UVa Online Judge
I have read a few good sites for reference.
phoenixzhao.github.io
http://apir8181.github.io/algorithm/2014/10/02/closest_pair.html
A very classic problem for divide and conquer.
There are 3 ways to solve this, with D&C ( O( n lg n ) ), BST ( O( n lg n ) ), or hashing ( O( n ) ). For the last one, it is finely written in the first blog link. Nonetheless, I have attempted the first approach.
It goes like this, let's sort all the points by the x-coordinate. Then, we will choose the median of x - say it is mx - and divide the problem into 2 subproblems, one for all the points in the left of mx and the other for all the points in the right of mx. Now suppose we have solved both the subproblems, and have minimal value for each. Let us now have d for the minimal of the return value of the subproblems. We will be concerned about those pairs that pass through the line mx, because we haven't checked any of those. If we simply apply brute force here, the complexity will be O( n ^ 2 ).
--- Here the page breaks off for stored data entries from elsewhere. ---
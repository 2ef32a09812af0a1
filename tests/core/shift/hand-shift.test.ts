/**
 * A shift set by hand is a constraint the other isotherms fit around: it never throws the
 * reference isotherm out, never makes the others' points outliers, and an isotherm the engine
 * leaves out for overlapping nothing is not also reported as having disagreeing points.
 * Known-truth data from core/synthetic (seeded), as in shift-isotherms.test.ts.
 */
import { describe, expect, it } from 'vitest';
import { shiftIsotherms } from '../../../core/shift';
import type { ShiftResult } from '../../../core/shift';
import { MELT_ARRHENIUS, make } from './fixtures';

const outliers = (r: ShiftResult): number =>
  r.curves.reduce((n, c) => n + c.outlierPoints.length, 0);

describe('shiftIsotherms() with a shift set by hand', () => {
  const referenceK = 463.15;

  /** Everything a hand shift must leave alone (see the file's opening comment). */
  function checkLocked(offset: number): void {
    const { dataset } = make(MELT_ARRHENIUS, 0.02, 6);
    const free = shiftIsotherms(dataset, { referenceK });
    const lockedValue = free.curves[2].log10aT! + offset;
    const r = shiftIsotherms(dataset, {
      referenceK,
      locked: [{ id: 'T03', log10aT: lockedValue }],
    });
    expect(r.curves[2].log10aT).toBe(lockedValue);
    const ref = r.curves.find((c) => Math.abs(c.temperatureK - referenceK) < 1e-9)!;
    expect(ref.included, 'the reference isotherm stays in').toBe(true);
    expect(ref.overlapsNothing).toBe(false);
    expect(ref.log10aT).toBe(0);
    expect(r.curves.every((c) => c.included)).toBe(true);
    for (const c of r.curves.filter((x) => x.overlapsNothing))
      expect(c.outlierPoints, `${c.id} overlaps nothing and has outliers`).toEqual([]);
    // Outliers are judged against the free fit: a hand shift adds none.
    expect(outliers(r)).toBeLessThanOrEqual(outliers(free));
  }

  it('shiftIsotherms() with T03 locked 0.05 decades off its free shift keeps every isotherm and flags no new outliers', () => {
    checkLocked(0.05);
  });

  it.each([-0.3, -0.05, 0.3])(
    'shiftIsotherms() with T03 locked %s decades off its free shift keeps every isotherm and flags no new outliers',
    (offset) => checkLocked(offset),
  );

  it('shiftIsotherms() never reports an isotherm that overlaps nothing as having disagreeing points', () => {
    const { dataset } = make(MELT_ARRHENIUS, 0.02, 3);
    // Move the coldest isotherm's frequencies six decades away: it overlaps nothing any more.
    const far = dataset.isotherms[0];
    const moved = { ...far, x: far.x.map((w) => w * 1e6) };
    const d = { ...dataset, isotherms: [moved, ...dataset.isotherms.slice(1)] };
    for (const drivers of [undefined, ['tanDelta' as const]]) {
      const r = shiftIsotherms(d, { referenceK, ...(drivers ? { drivers } : {}) });
      const lone = r.curves.filter((c) => c.overlapsNothing);
      for (const c of lone) {
        expect(c.outlierPoints, `${c.id} (${drivers ?? 'default'})`).toEqual([]);
        const about = r.warnings.filter(
          (w) => w.code === 'outliers-flagged' && w.message.includes(c.id),
        );
        expect(about, `${c.id}: no outlier warning`).toEqual([]);
      }
    }
  });
});
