/**
 * Relaxation times on a log grid across the reduced data window (Baumgaertel & Winter, Rheol.
 * Acta 28, 1989: about one or two modes per decade; more makes the problem ill-posed).
 * Dynamic data at ω_r ∈ [ωmin, ωmax] probe τ ≈ 1/ω, so the grid spans 1/ωmax … 1/ωmin;
 * relaxation data at t_r ∈ [tmin, tmax] span tmin … tmax. `extendDecades` widens both ends,
 * `extendShortDecades` the short-τ end only.
 */
export function relaxationTimeGrid(
  window: { abscissa: 'angularFrequency' | 'time'; min: number; max: number },
  modesPerDecade: number,
  extendDecades = 0,
  extendShortDecades = 0,
): number[] {
  if (!(window.min > 0) || !(window.max >= window.min)) {
    throw new RangeError('window.min and window.max must be positive with min ≤ max');
  }
  if (!(modesPerDecade > 0)) throw new RangeError('modesPerDecade must be a positive number');
  if (!(extendDecades >= 0)) throw new RangeError('extendDecades must be ≥ 0');
  if (!(extendShortDecades >= 0)) throw new RangeError('extendShortDecades must be ≥ 0');
  const lo = window.abscissa === 'time' ? window.min : 1 / window.max;
  const hi = window.abscissa === 'time' ? window.max : 1 / window.min;
  const a = Math.log10(lo) - extendDecades - extendShortDecades;
  const b = Math.log10(hi) + extendDecades;
  const n = Math.max(1, Math.round((b - a) * modesPerDecade) + 1);
  if (n === 1) return [10 ** ((a + b) / 2)];
  return Array.from({ length: n }, (_, i) => 10 ** (a + ((b - a) * i) / (n - 1)));
}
However, we know what the minimal distances of both sides are, hence we can choose to check only those points that lies within distance d ( in terms of only x - coordinate ) from mx, and also only those pairs that are distanced less than d in y - coordinate ).
Here is the magic, it can be proven that for each point that satisfies the former, there are at most 11 points that satisfies the latter. This can be proved very easily. Let's have a square of 2 * d height and 2 * d width, having the square not tilted and the vertical line mx crossing through exactly the middle of the width of the square. Then divide the square into 12 equal rectangles. We have the sides of each rectangle - 2 * d / 3 in height and d / 2 in width. The maximal length of 2 points lying in the same little square will be less than d. That is, no points will lie in the same little rectangle ( otherwise the value d computed from the subproblems will be contradicted ), we have proved by pigeon hole principle that there are at most 11 points lying in the region.
As the big picture, we will divide problems by the x-coordinates, and re-sort by the y-coordinates when the recursion runs back.
Therefore, the time complexity will be T( n ) = 2 * T( n / 2 ) + O( n ).
By Master Theorem, we have T( n ) = O( n lg n ).
( devsathish.wordpress.com )

const double DINF = 1e4;

bool cmp_y( const pdd &a, const pdd &b ){
    return a.second < b.second;
}

double rec_solve( vpd &p, int lb, int rb ){
    if( lb + 1 == rb ) return DINF;
    int m = lb + rb >> 1;

    double mx = p[ m ].first; // IMPORTANT, 'coz things will get shuffled'

    double d = min( rec_solve( p, lb, m ), rec_solve( p, m, rb ) );
    inplace_merge( p.begin() + lb, p.begin() + m, p.begin() + rb, cmp_y );

    vpd t;
    for( int i = lb; i < rb; ++i ){
        if( fabs( p[ i ].first - mx ) >= d ) continue;
        for( int j = t.size() - 1; j >= 0; --j ){
            double dx = p[ i ].first - t[ j ].first;
            double dy = p[ i ].second - t[ j ].second;
            if( dy >= d ) break;
            d = min( d, sqrt( dx * dx + dy * dy ) );
        }
        t.push_back( p[ i ] );
    }

    return d;
}

bool solve(){
    int N; cin >> N;
    if( N == 0 ) return false;

    vpd point( N );
    for( int i = 0; i < N; ++i )
        cin >> point[ i ].first >> point[ i ].second;

    sort( point.begin(), point.end() );

    double ans = rec_solve( point, 0, N );

    if( ans < DINF )
        cout << fixed << setprecision( 4 ) << ans << "\n";
    else
        cout << "INFINITY\n";

    return true;
}